On Fri, Jun 23, 2023 at 2:01 PM neha goyal <nehagoy...@gmail.com> wrote:

> Hello,
>
> I have assigned env.getConfig().set("table.exec.state.ttl", "180 s") to my
> table environment. Even after that, I can see continuous growth in
> savepoint size.
>
> I am attaching the screenshot of the job graph and savepoint metric.

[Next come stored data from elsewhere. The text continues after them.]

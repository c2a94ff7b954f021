// The typed schema Kysely checks queries against, written by hand so text columns with a CHECK carry
// their values. db/schema-check.ts holds it to db/generated.ts (kysely-codegen's reading of the
// migrated database), and tests/integration/schema-matches-database.test.ts keeps that file current.
import type { ColumnType, Generated, Insertable, Selectable } from "kysely";
import type { BenchFiguresTables } from "./bench-figures-schema";

type Timestamp = ColumnType<Date, Date | string | undefined, Date | string>;
type TextArray = ColumnType<string[], string[] | undefined, string[]>;

export type Trade = "automotive" | "fleet" | "heavy_equipment";
export type PressureUnit = "psi" | "bar" | "kPa";
export type Fitting = "shank-0.401" | "shank-0.498" | "drive-1/4" | "drive-3/8" | "drive-1/2" | "drive-3/4" | "drive-1";
export type ReportStatus = "draft" | "submitted" | "returned" | "accepted" | "rejected" | "withdrawn";
export type VehicleClass =
  "passenger_car" | "light_truck" | "heavy_truck" | "bus" | "trailer" | "agricultural" | "construction";
export type CorrosionLevel = "none" | "light" | "moderate" | "heavy" | "severe";
export type InletSource = "measured_at_inlet" | "read_at_regulator" | "estimated";
export type CouplerProfile = "industrial_m" | "automotive_t" | "high_flow_v" | "iso_6150_b" | "other";
export type SpecSource = "maker_sheet" | "measured" | "estimated";
export type BitRetainer = "beehive_spring" | "quick_change" | "friction_ring" | "detent_pin" | "none";
export type Outcome = "freed" | "freed_with_help" | "not_freed";
export type EvidenceStatus = "pending" | "uploaded" | "verified" | "failed_verification";
export type DecisionAction = "accept" | "return" | "reject" | "claim" | "verify_evidence" | "fail_evidence";

export interface ShopsTable {
  id: Generated<number>;
  name: string;
  city: string;
  region: string;
  trade: Trade;
}

export interface UsersTable {
  id: Generated<number>;
  email: string;
  handle: string;
  shop_id: number | null;
  /** One system per user (CHECK users_one_unit_system): in · psi · lbf, or mm · kPa|bar · N. */
  pressure_unit: ColumnType<PressureUnit, PressureUnit | undefined, PressureUnit>;
  length_unit: ColumnType<"in" | "mm", "in" | "mm" | undefined, "in" | "mm">;
  force_unit: ColumnType<"lbf" | "N", "lbf" | "N" | undefined, "lbf" | "N">;
  banned_at: Date | null;
  created_at: Timestamp;
  /** The reporter's stable public id in the open feed (migration 2026-12-02T00.00). */
  feed_pseudonym: Generated<string>;
}

export interface RolesTable {
  name: string;
  description: string;
}

export interface UserRolesTable {
  user_id: number;
  role: "moderator" | "admin";
  granted_by: number | null;
  granted_at: Timestamp;
}

export interface MakersTable {
  id: Generated<number>;
  slug: string;
  name: string;
  country: string | null;
}

export interface ToolCategoriesTable {
  id: Generated<number>;
  slug: string;
  name: string;
  action: "percussive" | "rotary";
  description: string;
}

export interface ToolModelsTable {
  id: Generated<number>;
  slug: string;
  maker_id: number;
  category_id: number;
  model_code: string;
  name: string;
  fitting: Fitting;
  bore_mm: number | null;
  stroke_mm: number | null;
  blows_per_minute: number | null;
  free_speed_rpm: number | null;
  max_torque_nm: number | null;
  weight_kg: number;
  length_mm: number;
  street_price_cents: number | null;
  air_inlet: string;
  rated_air_lps: number;
  max_inlet_kpa: ColumnType<number, number | undefined, number>;
  measured_specs: TextArray;
  /** Air use while running (hammering, impacting), l/s free air at 90 psi; migration 2026-12-02T12.30. */
  running_air_lps: number | null;
  running_air_source: "maker_sheet" | "measured" | "estimated" | null;
  /** Set only when the source is "estimated": running = rated × factor. */
  running_air_factor: number | null;
  created_at: Timestamp;
  /**
   * Declared exposure figures (migration 2026-12-02T19.00), each with its source; null: not known yet.
   * Vibration total value a_hv and K in m/s², with the ISO 28927 part (required of a maker's sheet).
   */
  vibration_ahv_ms2: number | null;
  vibration_k_ms2: number | null;
  vibration_iso28927_part: number | null;
  vibration_source: SpecSource | null;
  /** A-weighted emission sound pressure level L_pA and its K, dB (ISO 15744). */
  sound_pressure_db: number | null;
  sound_pressure_k_db: number | null;
  sound_pressure_source: SpecSource | null;
  /** A-weighted sound power level L_WA and its K, dB (ISO 15744). */
  sound_power_db: number | null;
  sound_power_k_db: number | null;
  sound_power_source: SpecSource | null;
  bit_retainer: BitRetainer | null;
  /** Never below weight_kg (CHECK tool_models_weight_with_whip_sourced). */
  weight_with_whip_kg: number | null;
  weight_with_whip_source: SpecSource | null;
}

> I am also adding the query that I am running on Kafka streams, It is a
> lengthy query. Any help would be highly appreciated.
>
> SELECT
>   *
> from
>   (
>     With Actuals as (
>       SELECT
>         a1.orderId,
>         a1.zoneId,
>         a3.cityId,
>         case
>           when a2.status = 'delivered' then round(
>             CAST(
>               (
>                 Cast(a2.server_time_stamp AS BIGINT) -
> Cast(a1.server_time_stamp AS BIGINT)
>               ) AS DOUBLE
>             ) / CAST(60000 AS DOUBLE),
>             4
>           )
>           when CAST(
>             CURRENT_TIMESTAMP - (Cast(a1.server_time_stamp AS BIGINT)) AS
> DOUBLE
>           ) / CAST(60 * 1000 AS DOUBLE) > cast(lmTime as DOUBLE) then CAST(
>             CURRENT_TIMESTAMP - (Cast(a1.server_time_stamp AS BIGINT)) AS
> DOUBLE
>           ) / CAST(60 * 1000 AS DOUBLE)
>           else null
>         end AS P2D_inclusive,
>         case
>           when a2.status = 'delivered' then round(
>             CAST(
>               (
>                 Cast(a2.server_time_stamp AS BIGINT) -
> Cast(a1.server_time_stamp AS BIGINT)
>               ) AS DOUBLE
>             ) / CAST(60000 AS DOUBLE),
>             4
>           )
>           else null
>         end as P2D_exclusive,
>         cast(lmTime as DOUBLE) as PP2D,
>         case
>           when a2.status = 'delivered' then exp(
>             (
>               (
>                 Cast(a2.server_time_stamp AS BIGINT) - CURRENT_TIMESTAMP
>               ) /(60 * 1000)
>             ) / 100
>           )
>           else 1
>         end as recency_wt,
>         case
>           when a2.status = 'delivered' then 1
>           else 0
>         end as delivered_flag,
>         case
>           when a2.status = 'delivered' then a2.proctime
>           else a1.proctime
>         end as proctime
>       FROM
>         (
>           select
>             distinct orderId,
>             zoneId,
>             server_time_stamp,
>             proctime
>           from
>             my_streamtable
>           where
>             status = 'pickedup'
>         ) a1
>         LEFT JOIN (
>           select
>             distinct orderId,
>             zoneId,
>             status,
>             server_time_stamp,
>             proctime
>           from
>             my_streamtable
>           where
>             status = 'delivered'
>         ) a2 ON a1.orderId = a2.orderId
>         AND a2.proctime BETWEEN a1.proctime - interval '60' minute
>         AND a1.proctime + interval '60' minute
>         INNER JOIN (
>           select
>             distinct orderId,
>             cityId,
>             lmTime,
>             proctime
>           from
>             my_streamtable2
>           where
>             orderId is not null
>         ) a3 ON cast(a1.orderId as VARCHAR) = cast(a3.orderId as VARCHAR)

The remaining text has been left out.